The holding around Garden Key isn't the greatest--sand over marle--so ensure you have good ground tackle for that. Use Passageweather.com for weather forecasts before you leave. Unfortunately, Northwesterlys can be a bit much in March. The predictions are pretty good for 4-5 daze out. Take plenty of food, fuel and water as none is available on the Key.

FWIW...


----------



## PBzeer (Nov 11, 2002)

Not only can Northwesterly's be a problem, I went from Destin to Tampa during April and only had 3 hours of wind in 3 full days (we hit Egmont at midnight). So make sure you have sufficient fuel.


----------



## creedence623 (Mar 8, 2006)

Hey Hylite, thanks for chiming in. I forgot you've got a lot of local knowledge in the bay area. Glad you mentioned the radio towers, I hadn't seen those on the charts. 

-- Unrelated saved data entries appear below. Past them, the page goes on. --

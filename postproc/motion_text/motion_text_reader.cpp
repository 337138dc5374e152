#include "postproc/motion_text/motion_text_reader.hpp"

#include <charconv>
#include <cmath>
#include <fstream>
#include <optional>
#include <sstream>
#include <vector>

#include "kinematics/common/input_error.hpp"
#include "kinematics/common/number_text.hpp"
#include "planner/program/sha256.hpp"
#include "postproc/file_quantities.hpp"
#include "postproc/motion_text/key_value_line.hpp"
#include "postproc/motion_text/motion_text_format.hpp"

namespace tw::postproc {
namespace {

using planner::MotionRecord;
using planner::ProcessEvent;
using planner::Program;

// Quaternions are written with 9 decimals, so a written unit quaternion has
// a norm within about 2e-9 of 1; 1e-6 tells rounding from a wrong value.
constexpr double kUnitQuaternionTolerance = 1e-6;

struct TextLine {
  std::string_view text;
  std::size_t offset = 0;  ///< byte offset of the line in the file
  int number = 0;          ///< 1-based
};

std::vector<TextLine> splitLines(std::string_view text) {
  std::vector<TextLine> lines;
  std::size_t start = 0;
  while (start < text.size()) {
    const std::size_t end = text.find('\n', start);
    const std::size_t stop = end == std::string_view::npos ? text.size() : end;
    lines.push_back({text.substr(start, stop - start), start, static_cast<int>(lines.size()) + 1});
    start = stop + 1;
  }
  return lines;
}

/// The fields of one parsed line, taken one by one so that a missing or an
/// unknown field is reported with the line it belongs to.
class FieldReader {
 public:
  FieldReader(KeyValueLine line, const std::string& file, int number)
      : line_(std::move(line)), file_(file), number_(number), used_(line_.fields.size(), false) {}

  [[noreturn]] void fail(const std::string& message) const {
    throw InputError(file_, number_, message);
  }

  bool has(const std::string& key) const { return find(key) != nullptr; }

  std::string text(const std::string& key) {
    const KeyValueField& field = require(key);
    if (!field.quoted) fail("field '" + key + "' expects quoted text, e.g. " + key + "=\"...\"");
    return field.value;
  }

  std::optional<std::string> optionalText(const std::string& key) {
    if (!has(key)) return std::nullopt;
    return text(key);
  }

  std::string bare(const std::string& key) {
    const KeyValueField& field = require(key);
    if (field.quoted) fail("field '" + key + "' expects a bare value, not quoted text");
    return field.value;
  }

  /// Index of the bare value among `words`; anything else is an error
  /// listing them.
  std::size_t choice(const std::string& key, const std::vector<std::string>& words) {
    const std::string value = bare(key);
    for (std::size_t i = 0; i < words.size(); ++i) {
      if (value == words[i]) return i;
    }
    std::string list;
    for (const std::string& word : words) list += (list.empty() ? "" : " or ") + word;
    fail("field '" + key + "' is '" + value + "'; expected " + list);
  }

  /// A number in the file's unit, converted to SI by dividing by the scale.
  double number(const std::string& key, const QuantityFormat& format) {
    return numbers(key, 1, format).front();
  }

  std::optional<double> optionalNumber(const std::string& key, const QuantityFormat& format) {
    if (!has(key)) return std::nullopt;
    return number(key, format);
  }

  /// `count` comma-separated numbers, as written (not converted).
  std::vector<double> numbers(const std::string& key, std::size_t count,
                              const QuantityFormat& format) {
    const std::string value = bare(key);
    std::vector<double> result;
    std::size_t start = 0;
    while (true) {
      const std::size_t comma = value.find(',', start);
      const std::string_view item =
          std::string_view(value).substr(start, comma == std::string::npos ? std::string::npos
                                                                            : comma - start);
      const std::optional<double> parsed = parseNumber(item);
      if (!parsed) {
        fail("field '" + key + "' expects " + std::to_string(count) +
             " comma-separated number(s) in " + unitName(format) + "; '" + std::string(item) +
             "' is not a number");
      }
      result.push_back(*parsed / format.scale);
      if (comma == std::string::npos) break;
      start = comma + 1;
    }
    if (result.size() != count) {
      fail("field '" + key + "' expects " + std::to_string(count) +
           " comma-separated number(s), found " + std::to_string(result.size()));
    }
    return result;
  }

  /// Every field must have been taken.
  void finish() const {
    for (std::size_t i = 0; i < used_.size(); ++i) {
      if (!used_[i]) {
        fail("unknown field '" + line_.fields[i].key + "' in a '" + line_.keyword + "' line");
      }
    }
  }

 private:
  static std::string unitName(const QuantityFormat& format) {
    return format.unit.empty() ? std::string("no unit") : format.unit;
  }

  const KeyValueField* find(const std::string& key) const {
    for (const KeyValueField& field : line_.fields) {
      if (field.key == key) return &field;
    }
    return nullptr;
  }

  const KeyValueField& require(const std::string& key) {
    for (std::size_t i = 0; i < line_.fields.size(); ++i) {
      if (line_.fields[i].key == key) {
        used_[i] = true;
        return line_.fields[i];
      }
    }
    fail("a '" + line_.keyword + "' line needs the field '" + key + "'");
  }

  KeyValueLine line_;
  const std::string& file_;
  int number_;
  std::vector<bool> used_;
};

I've got a few fuel cans to strap to the deck so I'll probably fill those up before heading out as well. With luck I'll have a some good pictures to post in a few weeks.


----------



## andrew1289 (Feb 3, 2012)

hey credence

I'm Andrew, I'm living in clearwater fl at the moment. I'm right on the water near tampa international airport. We have a guest dock here too.

I would LOVE to come out sailing sometime. I am free everyday for now. Just got back from Cozumel did some sailing on "the stars and stripes tour" using the americas cups boats. (I am not a sailer)

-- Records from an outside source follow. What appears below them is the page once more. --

/// The phases after the seams are solved, in the order a program runs them:
/// start at home, then for each seam a transit to its approach and the seam
/// itself, then the transit home; finish() adds the warnings and checks the
/// program. A failed transit is recorded in the result and ends the work.
class ProgramAssembler {
 public:
  ProgramAssembler(const Job& job, const PlanOptions& options, const Tool& tool, PlanResult& result)
      : job_(job),
        options_(options),
        tool_(tool),
        result_(result),
        world_(buildCellCollisionWorld(job.cell, tool, transitCollisionOptions(job, options))),
        workspace_(world_),
        X_BW_(job.cell.frames.X_W(job.cell.arm_frame).inverse()),
        transit_planner_(world_),
        seed_(options.seed.value_or(job.transit.seed)),
        builder_(job, options, program_) {
    const kinematics::ArmModel& arm = job.cell.arm;
    program_.metadata.job = job.name;
    program_.metadata.arm = arm.name();
    program_.metadata.generator = options.generator;
    program_.metadata.seed = seed_;
    program_.metadata.inputs = inputHashes(job);
    program_.metadata.joints = programJoints(arm);
    transit_limits_.velocity_fraction = job.transit.joint_speed_fraction;
  }

  /// Where the arm is assumed to start; no time passes.
  void startAtHome() {
    addJointMove(job_.cell.home, 0.0);
    position_ = job_.cell.home;
    position_name_ = "home";
  }

  /// Plans and times the transit from the current position to `goal`; false
  /// (and the failure recorded) when no transit was found. `index` numbers
  /// the transits of the job.
  bool transitTo(const JointVector& goal, const std::string& goal_name, int index) {
    TransitRequest request;
    request.start = position_;
    request.goals = {goal};
    request.planner = options_.transit_planner;
    request.time_limit = job_.transit.time_limit;
    // One seed per transit, derived from the job's, so that a change to one
    // transit does not reshuffle the others.
    request.seed = seed_ + static_cast<unsigned>(index);
    const TransitResult transit = transit_planner_.plan(request);
    if (!transit.solved()) {
      result_.transit_failures.push_back({position_name_, goal_name, transit});
      return false;
    }
    if (options_.on_step) options_.on_step("transit " + position_name_ + " to " + goal_name);
    const JointTrajectory trajectory(job_.cell.arm, transit.path, transit_limits_);
    for (const JointTrajectory::Segment& segment : trajectory.segments()) {
      addJointMove(segment.q_end, segment.profile.duration());
    }
    position_ = goal;
    position_name_ = goal_name;
    return true;
  }

  /// The approach, the seam's waypoints as the fewest linear and circular
  /// moves (compactSolvedSeam, each re-checked as the controller
  /// interpolates it, timed by timeSeamMoves) with the process events at
  /// their points, and the retract. False (and the seam reported) when a
  /// step between neighbouring waypoints fails as the controller drives it.
  bool runSeam(const SolvedSeam& seam, const JobTask& task) {
    const std::string named_set =
        std::visit([](const auto& spec) { return spec.parameter_set; }, task);
    const auto* seam_spec = std::get_if<SeamSpec>(&task);
    SeamWorld& seam_world =
        seamWorld(seam_spec != nullptr ? contactLength(seam_spec->process) : std::nullopt);
    const std::string parameter_set = named_set.empty() ? toString(seam.process) : named_set;
    const std::string branch = seam.branch.toString();

    // The moves are checked in the world the seam was solved in: the cell
    // margin of options.collision, with the seam's contact part.
    CellCollisionOptions solver_collision = options_.collision;
    solver_collision.contact_length =
        seam_spec != nullptr ? contactLength(seam_spec->process) : std::nullopt;
    const collision::CollisionWorld solver_world =
        buildCellCollisionWorld(job_.cell, tool_, solver_collision);
    collision::CollisionWorkspace solver_workspace(solver_world);
    FollowSetting follow;
    follow.world = &solver_world;
    follow.X_BR = X_BW_ * job_.cell.frames.X_W(seam.frame);
    follow.X_FT = tool_.X_FT;
    follow.branch_index = seam.branch.index();
    MoveFollower follower(follow, followLimits(options_.solver));
    auto compacted = compactSolvedSeam(seam, options_.moves, follower, solver_workspace);
    if (const SeamMoveFailure* failure = std::get_if<SeamMoveFailure>(&compacted)) {
      result_.move_failures.push_back({seam.name, failure->waypoint, failure->failure});
      return false;
    }
    const std::vector<SeamMove>& moves = std::get<std::vector<SeamMove>>(compacted);
    std::vector<double> speeds;
    for (const SeamMove& move : moves) speeds.push_back(speedOf(seam, move));
    ProcessSpeed programmed;
    programmed.orientation_speed = options_.orientation_speed;
    const SeamMoveTiming timing = timeSeamMoves(job_.cell.arm, moves, speeds, programmed);
    for (const LoweredSpeed& lowered : timing.lowered) {
      result_.speed_limits.push_back({seam.name, moves[lowered.segment].move.end, lowered});
    }

    addLinearMove(seam, seam_world, branch, seam.approach, seam.waypoints.front(),
                  options_.approach_speed, 0);
    bool process_on = false;
    const auto switch_process = [&](const SolvedPose& pose) {
      if (pose.process_on == process_on) return;
      builder_.addEvent(pose.process_on ? ProcessEventKind::kStart : ProcessEventKind::kStop,
                        parameter_set, seam.name);
      process_on = pose.process_on;
    };
    switch_process(seam.waypoints.front());
    for (std::size_t k = 0; k < moves.size(); ++k) {
      const SeamMove& move = moves[k];
      const SolvedPose& target = seam.waypoints[move.move.end];
      MotionRecord record;
      record.kind = move.move.shape == MoveShape::kArc ? MotionKind::kCircularMove : MotionKind::kLinearMove;
      record.q = target.q;
      record.X_RT = target.X_XT;
      if (move.move.shape == MoveShape::kArc) {
        record.via = ViaPoint{seam.waypoints[move.move.via].q, seam.waypoints[move.move.via].X_XT};
      }
      record.tool = tool_.name;
      record.frame = seam.frame;
      record.speed = {SpeedKind::kTcpSpeed, speeds[k]};
      record.blend_radius = move.blend;
      record.duration = timing.durations[k];
      record.seam = seam.name;
      record.branch = branch;
      builder_.addMotion(record, seam_world.world, seam_world.workspace);
      keepSmallestMargin(move.joints);
      switch_process(target);
    }
    if (process_on) builder_.addEvent(ProcessEventKind::kStop, parameter_set, seam.name);
    addLinearMove(seam, seam_world, branch, seam.waypoints.back(), seam.retract, options_.approach_speed,
                  static_cast<int>(seam.waypoints.size()));
    // No planner warning per near-singular waypoint: each of its records
    // carries the singularity margin, which the review warns about once.
    position_ = seam.retract.q;
    position_name_ = seam.name;
    return true;
  }

  /// A compacted move's singularity margin is the smallest along the path
  /// the arm takes, not only at its target, so that no near-singular
  /// waypoint it passes goes unreported.
  void keepSmallestMargin(const FollowedPath& path) {
    auto& record = std::get<MotionRecord>(program_.records.back());
    for (const JointVector& q : path.q) {
      const std::optional<double> wrist = kinematics::singularityMeasures(job_.cell.arm, q).wrist;
      if (wrist && (!record.singularity_margin || *wrist < *record.singularity_margin)) {
        record.singularity_margin = *wrist;
      }
    }
  }

  /// The warnings of the whole job, then the consistency check.
  Program finish() {
    for (const SpeedLimit& limit : result_.speed_limits) {
      program_.warnings.push_back("seam " + limit.seam + ", move to waypoint " +
                                  std::to_string(limit.waypoint) + ": " + limit.lowered.reason);
    }
    for (const std::string& note : world_.notes()) program_.warnings.push_back(note);
    checkProgram(program_, job_.source);
    return std::move(program_);
  }

 private:
  /// The job's clearance is about the cell; self pairs keep the base margin
  /// of options.collision. On free moves no part of the tool may touch a
  /// workpiece.
  static CellCollisionOptions transitCollisionOptions(const Job& job, const PlanOptions& options) {
    CellCollisionOptions transit_collision = options.collision;
    transit_collision.clearance_margin = job.transit.clearance;
    transit_collision.contact_length.reset();
    return transit_collision;
  }

  /// Where a seam's moves measure their clearance: the transit world's
  /// margins with the seam's contact part (the wire stick-out, the bead), so
  /// that the clearance is that of the tool without it.
  struct SeamWorld {
    SeamWorld(const Cell& cell, const Tool& tool, const CellCollisionOptions& options)
        : world(buildCellCollisionWorld(cell, tool, options)), workspace(world) {}
    const collision::CollisionWorld world;
    collision::CollisionWorkspace workspace;
  };

  /// The seam world of one contact length, built on first use.
  SeamWorld& seamWorld(const std::optional<double>& contact_length) {
    std::unique_ptr<SeamWorld>& slot = seam_worlds_[contact_length];
    if (!slot) {
      CellCollisionOptions with_contact = transitCollisionOptions(job_, options_);
      with_contact.contact_length = contact_length;
      slot = std::make_unique<SeamWorld>(job_.cell, tool_, with_contact);
    }
    return *slot;
  }

  void addJointMove(const JointVector& q, double duration) {
    MotionRecord record;
    record.kind = MotionKind::kJointMove;
    record.q = q;
    record.X_RT = builder_.worldTcp(q, tool_);
    record.tool = tool_.name;
    record.frame = kWorldFrame;
    record.speed = {SpeedKind::kJointSpeedFraction, job_.transit.joint_speed_fraction};
    record.duration = duration;
    builder_.addMotion(record, world_, workspace_);
  }

  void addLinearMove(const SolvedSeam& seam, SeamWorld& seam_world, const std::string& branch,
                     const SolvedPose& from, const SolvedPose& to, double speed, int waypoint) {
    ProcessSpeed programmed;
    programmed.tcp_speed = speed;
    programmed.orientation_speed = options_.orientation_speed;
    const ProcessMoveTiming timing =
        timeProcessMove(job_.cell.arm, {{from.q, from.X_XT}, {to.q, to.X_XT}}, programmed);
    MotionRecord record;
    record.kind = MotionKind::kLinearMove;
    record.q = to.q;
    record.X_RT = to.X_XT;
    record.tool = tool_.name;
    record.frame = seam.frame;
    record.speed = {SpeedKind::kTcpSpeed, speed};
    record.duration = timing.duration;
    record.seam = seam.name;
    record.branch = branch;
    for (const LoweredSpeed& lowered : timing.lowered) {
      result_.speed_limits.push_back({seam.name, waypoint, lowered});
    }
    builder_.addMotion(record, seam_world.world, seam_world.workspace);
  }

  const Job& job_;
  const PlanOptions& options_;
  const Tool& tool_;
  PlanResult& result_;
  const collision::CollisionWorld world_;
  collision::CollisionWorkspace workspace_;
  const Eigen::Isometry3d X_BW_;
  const TransitPlanner transit_planner_;
  std::map<std::optional<double>, std::unique_ptr<SeamWorld>> seam_worlds_;
  const unsigned seed_;
  Program program_;
  ProgramBuilder builder_;
  JointTimingLimits transit_limits_;
  JointVector position_;
  std::string position_name_;
};

}  // namespace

I have my good friend and his girl from demark visiting. It would be a dream to have you meet us at our dock and take us out for a little while. Beers and food on me of course!

let me know


----------



## svzephyr44 (Jun 26, 2000)

What no one has mentioned is coming back. The weather can be such that coming back east can be a real problem = very high and choppy waves. Plan at least a week in case you get "stuck" or take the fast cat back to Key West (it will be the vomit comet instead of the "fast cat" on the trip), then return to claim your boat and sail back if you run out of time.


----------



## creedence623 (Mar 8, 2006)

andrew1289 said:


> hey credence
> 
> I'm Andrew, I'm living in clearwater fl at the moment. I'm right on the water near tampa international airport. We have a guest dock here too.
> 
> ...


Hey Andrew, I'll be back in the States in March. If your friends are still around then, I'm more than happy to meet up. I'll shoot you a PM as it gets closer.

As for the weather, I think I'm going to have to accept the chance of getting hit with something along the way. I don't know why, but for some reason I always thought passageweather.com was a pay service. Happy to learn it's free, and pretty impressed with the amount of information. It sort of puts sailflow to shame. I've got 9 days to do this, so that should give me a little wiggle room on either end to take advantage of a good weather window. The good news is, I have a new Harken MKIV furler, and a brand new custom mainsail getting put on this week with 3 reefing points, so it wouldn't be terrible putting the new toys to good use. 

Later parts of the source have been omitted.